[EGREGORE] Partie III, chapitre 79

79.
« J’aimerais entendre vos problèmes », dit le chef, « et contribuer à les résoudre. »
« La vie de notre cité doit pouvoir être améliorée. C’est pourquoi j’y ai réfléchi et je
voulais vous faire une proposition. Je vais ouvrir la chefferie dès maintenant et vous
pourrez me faire part un par un de tout ce qui pourrait être amélioré dans la cité.
Nous recommencerons demain, et autant de fois que nécessaire. Je prendrai des
notes, et je les soumettrai au représentant impérial lors de sa prochaine visite. »
« Je ne suis pas devenu chef pour être l’homme qui vous empêche d’être heureux au
nom de l’Empereur, mais bien pour être l’homme qui vous aide à construire ce
bonheur. Et Tadeusz a passé les dernières minutes à vous exposer les raisons pour
lesquelles j’échoue aujourd’hui à être cet homme-là.
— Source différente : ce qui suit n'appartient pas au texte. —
// pcasweep/solve/exact.hpp — PCA through the covariance matrix.
//
// Contract: forms the d×d sample covariance S = A_cᵀA_c/(N−1) from the
// operator (accumulated in blocks, in parallel), solves it with the
// symmetric eigensolver of solve/symmetric_eigen.hpp, and returns every one of the d eigenpairs, the
// (near-)zero ones included. Cost O(N·d² + d³), memory O(d²): the path for
// small d (patches, bands).
#pragma once

#include "solve/operator.hpp"
#include "solve/solve_report.hpp"

namespace pcasweep {

// op: the centred data, N×d with N >= 2. Returns a complete Basis (r = d)
// and a report naming the solver "exact" (reason left empty for the caller).
// Throws Error(data) if N < 2 (a covariance needs two observations).
Solution solve_exact(const CenteredOperator& op);

}  // namespace pcasweep
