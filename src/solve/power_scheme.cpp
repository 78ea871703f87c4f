// pcasweep/solve/power_scheme.cpp — the randomized solver with a fixed number of power iterations.
//
// Fixed q (HMT Algorithm 4.4): 2q + 2 passes alternating Y = A_c·W and
// Z = A_cᵀ·Q, each orthonormalised (orthonormalize: CholeskyQR2, Householder
// when ill-conditioned); the last factor's small SVD gives σ and the right
// singular vectors. Also used, with q = 0, when the sample is as wide as
// min(N, d): two passes are then exact. Steps: start (Q from A_c·Ω), pass
// (one product, orthonormalised, and the small SVD of its factor), finish.
#include <algorithm>
#include <limits>

#include "solve/randomized_detail.hpp"
#include "solve/small_svd.hpp"

namespace pcasweep::detail {

namespace {

// The iteration as it goes: the newest factors and the estimates they give.
struct PowerState {
  Eigen::MatrixXd q;       // N×l, orthonormal: the newest left factor
  Eigen::MatrixXd w;       // d×l, orthonormal: the newest right factor
  Eigen::MatrixXd w_used;  // the W that made the newest Q
  bool last_on_right = false;
  SmallSvd svd;                             // of the newest R
  Eigen::VectorXd sigma2, previous_sigma2;  // σ² of the newest R and of the one before
};

// How it went, apart from the estimates: reported at the end.
struct PowerStatus {
  int passes = 0;
  std::vector<double> errors;  // rank-k error² after each pass but the first
  double change = std::numeric_limits<double>::quiet_NaN();
};

// First pass: Q = orth(A_c·Ω), Ω d×l Gaussian from the seed.
void start(const CenteredOperator& op, Eigen::Index l, std::uint64_t seed, PowerState& s, PowerStatus& status) {
  s.q = op.apply(gaussian_matrix(op.cols(), l, seed));
  orthonormalize(s.q);
  status.passes = 1;
}

// One more pass, on the side opposite the last one, then the small SVD of its
// factor R and the leading k estimates' error² and relative move.
void pass(const CenteredOperator& op, Eigen::Index k, double frobenius2, PowerState& s, PowerStatus& status) {
  Eigen::MatrixXd r;
  if (!s.last_on_right) {
    s.w = op.apply_transpose(s.q);  // Z = A_cᵀ·Q = W·R: σ(R) = σ(QᵀA_c)
    r = orthonormalize(s.w);
  } else {
    s.q = op.apply(s.w);  // Y = A_c·W = Q·R: σ(R) = σ(A_c·W)
    r = orthonormalize(s.q);
    s.w_used = s.w;
  }
  s.last_on_right = !s.last_on_right;
  ++status.passes;
  s.svd = small_svd(r);
  s.previous_sigma2 = s.sigma2;
  s.sigma2 = s.svd.values.array().square();
  status.errors.push_back(std::max(0.0, frobenius2 - s.sigma2.head(k).sum()));
  if (s.previous_sigma2.size() == s.sigma2.size())
    status.change = ((s.sigma2.head(k) - s.previous_sigma2.head(k)).array().abs() /
                     s.sigma2.head(k).array().max(1e-300)).maxCoeff();
}

// The answer: right singular vectors from the side the last pass ended on,
// σ²/(N−1), and the report's figures.
void finish(const CenteredOperator& op, Eigen::Index k, Eigen::Index l, double frobenius2, const PowerState& s,
            const PowerStatus& status, Solution& out) {
  Eigen::MatrixXd right = s.last_on_right ? Eigen::MatrixXd(s.w * s.svd.U.leftCols(k))
                                          : Eigen::MatrixXd(s.w_used * s.svd.V.leftCols(k));
  apply_sign_convention(right);
  out.basis.components = std::move(right);
  out.basis.eigenvalues = s.sigma2.head(k) / double(op.rows() - 1);
  out.report.scheme = "power iterations";
  out.report.passes = status.passes;
  out.report.converged = true;
  out.report.last_relative_change = status.change;
  set_residual(out.report, frobenius2, s.sigma2.sum(), op);
  const bool complete = l == std::min(op.rows(), op.cols());
  out.report.optimality_gap_estimate = complete ? 0.0 : extrapolated_gap(status.errors, frobenius2);
}

}  // namespace

void subspace_iteration(const CenteredOperator& op, Eigen::Index k, Eigen::Index l, int power_iterations,
                        std::uint64_t seed, double frobenius2, Solution& out) {
  const int total_passes = 2 * power_iterations + 2;
  PowerState state;
  PowerStatus status;
  start(op, l, seed, state, status);
  while (status.passes < total_passes) pass(op, k, frobenius2, state, status);
  finish(op, k, l, frobenius2, state, status, out);
}

}  // namespace pcasweep::detail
Un chef de cité devrait être au
service de ses habitants. A votre service. Je le remercie de me l’avoir fait
comprendre. C’est pourquoi je profite de cette occasion pour vous demander à tous
de m’aider à mieux faire.
Et si l’expérience est concluante pour vous, nous la reconduirons ensemble
régulièrement, ceci afin d’être sûr que vous soyez entendus. Faites passer le mot.
Ceux qui souhaitent construire leur nouvelle vie peuvent me suivre à la chefferie
dès maintenant. »
Le chef se tourna vers Tadeusz pour le coup de grâce : « Enfin, pour sceller ce
contrat que nous sommes en train de conclure et prouver ma bonne volonté, je
prends devant vous la décision d’annuler l’enquête ouverte sur Tadeusz, ceci afin
qu’il puisse lui aussi contribuer à cet effort commun vers de meilleures conditions
de vie. En étant par exemple éligible au poste du chef de cité qu’il vous a dit
convoiter plus tôt. A ce sujet, si tel est votre décision, et toujours dans cet esprit de
respect, j’en prendrai note et j’accepterai de m’y soumettre. »
Cette contre-attaque était tout bonnement inattendue pour Tadeusz. Il n’avait
prévu aucune autre manœuvre venant du chef que celle de se défendre. Il avait
oublié dans ses calculs qu’il n’y a rien de plus redoutable qu’un homme qui n’a plus
rien à perdre.
Il avait acculé son adversaire au bord du précipice, mais il allait tomber avec lui.
Le chef descendit de l’estrade et se dirigea vers la chefferie. Il y eut un instant de
flottement, puis une personne s’extirpa de la foule et se mit à le suivre. Puis une
autre, puis une autre, puis une autre. Ainsi, tout le monde se mit à suivre le chef,
jusqu’à laisser derrière eux Tadeusz. Seul sur son estrade, la haine dans le regard.